Dataset excerpts
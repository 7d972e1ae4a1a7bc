"""Crash safety of ``levelfield publish`` (issue 9, item 1): SIGKILL at seeded random moments of a
rebuild leaves the previous site whole.

The workspace holds a published site A; then a correction is loaded and recomputed, so the next
build gives site B. Each trial kills ``levelfield publish`` (a warm process) at a uniform random
moment of the build, or (every other trial) of its write step, timed from the moment it begins; ``public/`` must then be exactly A or exactly B, file for file and byte for
byte, never a mixture, never missing. A build after the kill completes and gives B.
"""

from __future__ import annotations

import hashlib
import random
import shutil
from pathlib import Path

import pytest
from click.testing import CliRunner

from conftest import long_csv
from monitor.cli import main

from reliability.conftest import LONG
from reliability.makers import Warm

SEED = 20_241_212
TRIALS = 30 if LONG else 8


def site_files(public: Path) -> dict[str, str]:
    return {p.relative_to(public).as_posix(): hashlib.sha256(p.read_bytes()).hexdigest()
            for p in sorted(public.rglob("*")) if p.is_file()}


def rows(bump: int = 0) -> list[list]:
    rng = random.Random(8)
    out = []
    for cycle in (2018, 2020, 2022):
        for state in ("KA", "LU", "MO", "NE"):
            for d in range(1, 8):
                extra = bump if (cycle, state, d) == (2022, "LU", 3) else 0
                out.append([cycle, state, "federal", str(d), "Harbour", f"A{d}", rng.randint(2000, 9000) + extra])
                out.append([cycle, state, "federal", str(d), "Upland", f"B{d}", rng.randint(2000, 9000)])
    return out


@pytest.fixture(scope="module")
def sites(tmp_path_factory, migrated_store):
    base = tmp_path_factory.mktemp("crash-publish")
    root = base / "ws"
    run = CliRunner()

    def lf(*args):
        result = run.invoke(main, ["-w", str(root), *map(str, args)])
        assert result.exit_code == 0, result.output
        return result.output

    from conftest import CONFIG

    lf("init")
    (root / "levelfield.toml").write_text(CONFIG, encoding="utf-8")
    first, correction = base / "results.csv", base / "correction.csv"
    first.write_text(long_csv(rows()), encoding="utf-8")
    correction.write_text(long_csv([r for r in rows(bump=5000) if r[:2] == [2022, "LU"]]), encoding="utf-8")
    lf("load", first)
    lf("compute")
    lf("publish")
    site_a = site_files(root / "public")
    assert "1 corrected" in lf("load", correction)
    lf("compute")
    # the reference: the same workspace published without interruption, timed
    reference = base / "reference"
    shutil.copytree(root, reference)
    warm = Warm("-w", str(reference), "publish")
    warm.go()
    code, times, err = warm.timed()
    assert code == 0, err
    site_b = site_files(reference / "public")
    assert site_a != site_b
    # the build ends where its report is printed (the process then only exits)
    return {"root": root, "a": site_a, "b": site_b, "seconds": times["output"][0] * 1.05, "reference": reference,
            "write": times["@write-end"][0] - times["@write-begin"][0]}


def test_sigkill_during_publish_leaves_the_previous_site_whole(sites, tmp_path):
    rng = random.Random(SEED)
    outcomes, left = [], 0
    for i in range(TRIALS):
        ws = tmp_path / f"p{i}"
        shutil.copytree(sites["root"], ws)
        warm = Warm("-w", str(ws), "publish")
        warm.go()
        if i % 2 == 0:  # uniform over the whole build
            delay = rng.uniform(0.0, sites["seconds"])
            warm.kill_at(delay)
        else:           # uniform inside its write step (files into a fresh folder, then the swap)
            delay = rng.uniform(0.0, sites["write"] * 1.2)
            assert warm.kill_after("@write-begin", delay)
        code, out, err = warm.finish()
        assert "Traceback" not in err, err
        now = site_files(ws / "public")
        assert now in (sites["a"], sites["b"]), f"trial {i} (killed at {delay:.2f}s): a mixed or broken site"
        outcomes.append("previous" if now == sites["a"] else "new")
        leftovers = [p.name for p in ws.iterdir() if p.name.startswith(".public.build-")]
        left += bool(leftovers)
        if i == TRIALS - 1 or leftovers:
            result = CliRunner().invoke(main, ["-w", str(ws), "publish"])
            assert result.exit_code == 0, result.output
            assert site_files(ws / "public") == sites["b"]
        shutil.rmtree(ws)
    print(f"\npublish kills: {TRIALS} trials, site after the kill: {outcomes}; "
          f"{left} left a build folder beside public/")
    assert "previous" in outcomes


def test_the_pages_name_the_load_behind_them(sites):
    """Audit on the site: the corrected state's page names the correction, the others the first load."""
    public = sites["reference"] / "public"
    lu = (public / "state" / "lu" / "federal.html").read_text(encoding="utf-8")
    ka = (public / "state" / "ka" / "federal.html").read_text(encoding="utf-8")
    assert "latest load #2 <code>correction.csv</code>" in lu
    assert "latest load #1 <code>results.csv</code>" in ka
    provenance = ka.split('class="provenance"')[1].split("</footer>")[0]  # not the chart styling after it
    assert "latest load #1" in provenance and "#2" not in provenance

• **Task to complete**: Every line of the entries that includes "output" must be copied into the answer.

• **Answer area**:
        assert result.exit_code == 0, result.output
        return result.output
    return {"root": root, "a": site_a, "b": site_b, "seconds": times["output"][0] * 1.05, "reference": reference,
            assert result.exit_code == 0, result.output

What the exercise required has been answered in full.